◆ Saved entries
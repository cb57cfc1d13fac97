/**
 * A held parameter, rows left out, the profile-χ² intervals, the strong-correlation warning and a failed
 * fit's last iterate. The data are generated from the LJ B2 model itself at invented parameters (no
 * substance is meant), so every expected value below is computed independently of the fit code.
 */
import { describe, expect, it } from 'vitest';
import { b2WithGradient } from '../physics/virial';
import { fitLennardJones, LjFitInputError, type FitMeasurementSet } from './lj-fit';
import { profileChi2 } from './profile-chi2';
import { gaussianGenerator, mulberry32 } from './random';

const TEMPERATURES = [150, 180, 220, 260, 300, 360, 420, 500, 600, 750];

/** B2 of invented parameters with seeded Gaussian noise of u per point. */
function measurementSet(u: (b2: number) => number, seed = 7, epsilonK = 210, sigmaAngstrom = 3.9): FitMeasurementSet {
  const gauss = gaussianGenerator(mulberry32(seed));
  return {
    id: 'invented-b2',
    kind: 'b2',
    rows: TEMPERATURES.map((temperatureK) => {
      const exact = b2WithGradient(temperatureK, epsilonK, sigmaAngstrom).b2Cm3PerMol;
      const uncertainty = u(exact);
      return { temperatureK, value: exact + uncertainty * gauss(), uncertainty };
    }),
  };
}

const chi2Of = (d: FitMeasurementSet, eps: number, sigma: number) =>
  d.rows.reduce((s, r) => s + ((b2WithGradient(r.temperatureK, eps, sigma).b2Cm3PerMol - r.value) / r.uncertainty) ** 2, 0);

describe('holding a parameter', () => {
  const data = measurementSet(() => 2);
  const free = fitLennardJones([data], { profiles: false });

  it('keeps the held value exact, gives it no standard error, and counts one parameter fewer in the degrees of freedom', () => {
    // ν = N − (number of adjusted parameters): Bevington & Robinson, "Data Reduction and Error Analysis" (2003), §6.4 (from memory).
    const held = fitLennardJones([data], { fixed: { sigmaAngstrom: 3.85 } });
    expect(held.status).toBe('succeeded');
    expect(held.sigmaAngstrom).toBe(3.85);
    expect(held.heldParameters).toEqual(['sigmaAngstrom']);
    expect(held.stdErr.sigmaAngstrom).toBeNull();
    expect(held.correlation).toBeNull();
    expect(held.profiles.sigmaAngstrom).toBeNull();
    expect(held.dof).toBe(TEMPERATURES.length - 1);
    expect(free.dof).toBe(TEMPERATURES.length - 2);
    // ε minimises χ² along σ = 3.85: both neighbours are worse.
    const at = chi2Of(data, held.epsilonK, 3.85);
    expect(held.chi2).toBeCloseTo(at, 8);
    expect(chi2Of(data, held.epsilonK * 1.001, 3.85)).toBeGreaterThan(at);
    expect(chi2Of(data, held.epsilonK * 0.999, 3.85)).toBeGreaterThan(at);
    // One-parameter standard error from a central-difference derivative: s·(Σ (∂r/∂ε)²)^−½ with s² = χ²/(N − 1)
    // (Press et al., "Numerical Recipes", 3rd ed. (2007), §15.4, from memory).
    const h = 1e-4 * held.epsilonK;
    const sumJ2 = data.rows.reduce((s, r) => {
      const d =
        (b2WithGradient(r.temperatureK, held.epsilonK + h, 3.85).b2Cm3PerMol -
          b2WithGradient(r.temperatureK, held.epsilonK - h, 3.85).b2Cm3PerMol) /
        (2 * h);
      return s + (d / r.uncertainty) ** 2;
    }, 0);
    const expected = Math.sqrt(held.chi2 / (TEMPERATURES.length - 1) / sumJ2);
    expect(held.stdErr.epsilonK!).toBeCloseTo(expected, 6);
  });

  it('held at the free optimum, the other parameter lands on the free optimum too', () => {
    const held = fitLennardJones([data], { fixed: { epsilonK: free.epsilonK }, profiles: false });
    expect(held.epsilonK).toBe(free.epsilonK);
    expect(held.sigmaAngstrom).toBeCloseTo(free.sigmaAngstrom, 6);
    expect(held.chi2).toBeCloseTo(free.chi2, 6);
  });

  it('refuses holding both parameters', () => {
    expect(() => fitLennardJones([data], { fixed: { epsilonK: 200, sigmaAngstrom: 3.8 } })).toThrow(
      /only one of epsilonK and sigmaAngstrom can be held/,
    );
  });
});

describe('leaving rows out', () => {
  const data = measurementSet(() => 2, 11);
  // Two rows pushed far off, as a bad reading would be.
  data.rows[1] = { ...data.rows[1], value: data.rows[1].value + 40 };
  data.rows[6] = { ...data.rows[6], value: data.rows[6].value - 30 };

  it('gives the fit of the remaining rows exactly, and reports the left-out rows with their predictions', () => {
    const leftOut = fitLennardJones([{ ...data, excludeRows: [2, 7] }], { profiles: false });
    const without = fitLennardJones([{ ...data, rows: data.rows.filter((_, i) => i !== 1 && i !== 6) }], { profiles: false });
    expect(leftOut.epsilonK).toBeCloseTo(without.epsilonK, 8);
    expect(leftOut.sigmaAngstrom).toBeCloseTo(without.sigmaAngstrom, 8);
    expect(leftOut.chi2).toBeCloseTo(without.chi2, 8);
    expect(leftOut.dof).toBe(without.dof);
    expect(leftOut.residuals).toHaveLength(TEMPERATURES.length);
    const flagged = leftOut.residuals.filter((r) => r.excluded);
    expect(flagged.map((r) => r.rowNumber)).toEqual([2, 7]);
    for (const r of flagged)
      expect(r.predicted).toBeCloseTo(b2WithGradient(r.temperatureK, leftOut.epsilonK, leftOut.sigmaAngstrom).b2Cm3PerMol, 8);
    // χ² is the sum over the counted rows only.
    const counted = leftOut.residuals.filter((r) => !r.excluded).reduce((s, r) => s + r.residual ** 2, 0);
    expect(counted).toBeCloseTo(leftOut.chi2, 8);
    expect(leftOut.perMeasurementSet[0]).toMatchObject({ points: TEMPERATURES.length - 2, excludedPoints: 2 });
    expect(leftOut.perMeasurementSet[0].chi2).toBeCloseTo(leftOut.chi2, 8);
    // Without leaving them out, the two bad rows pull the fit away.
    const all = fitLennardJones([data], { profiles: false });
    expect(all.chi2).toBeGreaterThan(leftOut.chi2 + 100);
  });

  it('names a row that does not exist', () => {
    const call = () => fitLennardJones([{ ...data, excludeRows: [11] }], {});
    expect(call).toThrow(LjFitInputError);
    expect(call).toThrow('row 11 cannot be left out: the rows are numbered 1 to 10');
  });
});

describe('profile χ²', () => {
  it('on an exactly quadratic χ² gives best ± √(threshold·C_aa) with the other parameter re-optimised', () => {
    // χ²(a, b) = χ²min + [Δa Δb] C⁻¹ [Δa Δb]ᵀ; minimised over b, Δχ² = Δa²/C_aa (Press et al. 2007, §15.6.5, from memory).
    const C = [
      [4, 1.8],
      [1.8, 1],
    ];
    const det = C[0][0] * C[1][1] - C[0][1] * C[1][0];
    const inv = [
      [C[1][1] / det, -C[0][1] / det],
      [-C[1][0] / det, C[0][0] / det],
    ];
    const chi2 = (a: number, b: number) => 12 + inv[0][0] * (a - 5) ** 2 + 2 * inv[0][1] * (a - 5) * (b - 2) + inv[1][1] * (b - 2) ** 2;
    const curve = profileChi2({
      best: 5,
      standardError: 2,
      chi2Min: 12,
      threshold: 1.5,
      bounds: [-100, 100],
      othersAtBest: [2],
      chi2At: (a) => {
        const b = 2 - (inv[0][1] / inv[1][1]) * (a - 5);
        return { chi2: chi2(a, b), others: [b] };
      },
    });
    const half = Math.sqrt(1.5 * C[0][0]);
    expect(curve.lower!).toBeCloseTo(5 - half, 6);
    expect(curve.upper!).toBeCloseTo(5 + half, 6);
    curve.values.forEach((v, i) => expect(curve.deltaChi2[i]).toBeCloseTo((v - 5) ** 2 / C[0][0], 9));
  });

  it('on a nearly linear B2 fit agrees with the linearised ±1 standard error', () => {
    // Tight data make the model linear over the width of the interval; the threshold carries the χ²/ν scaling.
    const fit = fitLennardJones([measurementSet((b) => 0.002 + 0.0002 * Math.abs(b), 3)], {});
    for (const name of ['epsilonK', 'sigmaAngstrom'] as const) {
      const p = fit.profiles[name]!;
      const se = fit.stdErr[name]!;
      expect(p.threshold).toBeCloseTo(fit.reducedChi2!, 12);
      expect(Math.abs(p.lower! - (fit[name] - se)) / se).toBeLessThan(0.02);
      expect(Math.abs(p.upper! - (fit[name] + se)) / se).toBeLessThan(0.02);
      expect(p.values.length).toBe(13);
    }
  });

  it('on loose data the profile interval is asymmetric where the linearised one cannot be', () => {
    const fit = fitLennardJones([measurementSet((b) => 3 + 0.05 * Math.abs(b), 5)], {});
    const p = fit.profiles.epsilonK!;
    const below = fit.epsilonK - p.lower!;
    const above = p.upper! - fit.epsilonK;
    expect(Math.abs(below - above) / fit.stdErr.epsilonK!).toBeGreaterThan(0.02);
  });
});

describe('strong correlation and failed fits', () => {
  it('warns in plain words when |correlation(ε, σ)| exceeds 0.95', () => {
    // B2 alone constrains ε and σ along a narrow valley (correlation near −1; common practice, no source).
    const fit = fitLennardJones([measurementSet(() => 2)], { profiles: false });
    expect(Math.abs(fit.correlation!)).toBeGreaterThan(0.95);
    expect(fit.strongCorrelation).toBe(true);
    expect(fit.warnings.join(' ')).toMatch(/strongly correlated .* the data pin down a combination of the two/);
  });

  it('a fit that does not converge keeps its last iterate, marked not converged, with residuals and no standard errors', () => {
    const fit = fitLennardJones([measurementSet(() => 2)], { start: { epsilonK: 60, sigmaAngstrom: 5.5 }, restarts: 0, maxIterations: 5 });
    expect(fit.status).toBe('failed');
    expect(fit.converged).toBe(false);
    expect(Number.isFinite(fit.epsilonK) && Number.isFinite(fit.sigmaAngstrom)).toBe(true);
    expect(fit.stdErr).toEqual({ epsilonK: null, sigmaAngstrom: null });
    expect(fit.residuals).toHaveLength(TEMPERATURES.length);
    expect(fit.residuals.reduce((s, r) => s + r.residual ** 2, 0)).toBeCloseTo(fit.chi2, 6);
    expect(fit.profiles).toEqual({ epsilonK: null, sigmaAngstrom: null });
  });
});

◆ WHAT THIS TASK INVOLVES
Set down exactly the lines of the data above, beginning with the line that has "const half = Math.sqrt(1.5 * C[0][0]);" and ending with the line that has "it('on loose data", and no others.

◆ PROBLEM SOLUTION
    const half = Math.sqrt(1.5 * C[0][0]);
    expect(curve.lower!).toBeCloseTo(5 - half, 6);
    expect(curve.upper!).toBeCloseTo(5 + half, 6);
    curve.values.forEach((v, i) => expect(curve.deltaChi2[i]).toBeCloseTo((v - 5) ** 2 / C[0][0], 9));
  });

  it('on a nearly linear B2 fit agrees with the linearised ±1 standard error', () => {
    // Tight data make the model linear over the width of the interval; the threshold carries the χ²/ν scaling.
    const fit = fitLennardJones([measurementSet((b) => 0.002 + 0.0002 * Math.abs(b), 3)], {});
    for (const name of ['epsilonK', 'sigmaAngstrom'] as const) {
      const p = fit.profiles[name]!;
      const se = fit.stdErr[name]!;
      expect(p.threshold).toBeCloseTo(fit.reducedChi2!, 12);
      expect(Math.abs(p.lower! - (fit[name] - se)) / se).toBeLessThan(0.02);
      expect(Math.abs(p.upper! - (fit[name] + se)) / se).toBeLessThan(0.02);
      expect(p.values.length).toBe(13);
    }
  });

  it('on loose data the profile interval is asymmetric where the linearised one cannot be', () => {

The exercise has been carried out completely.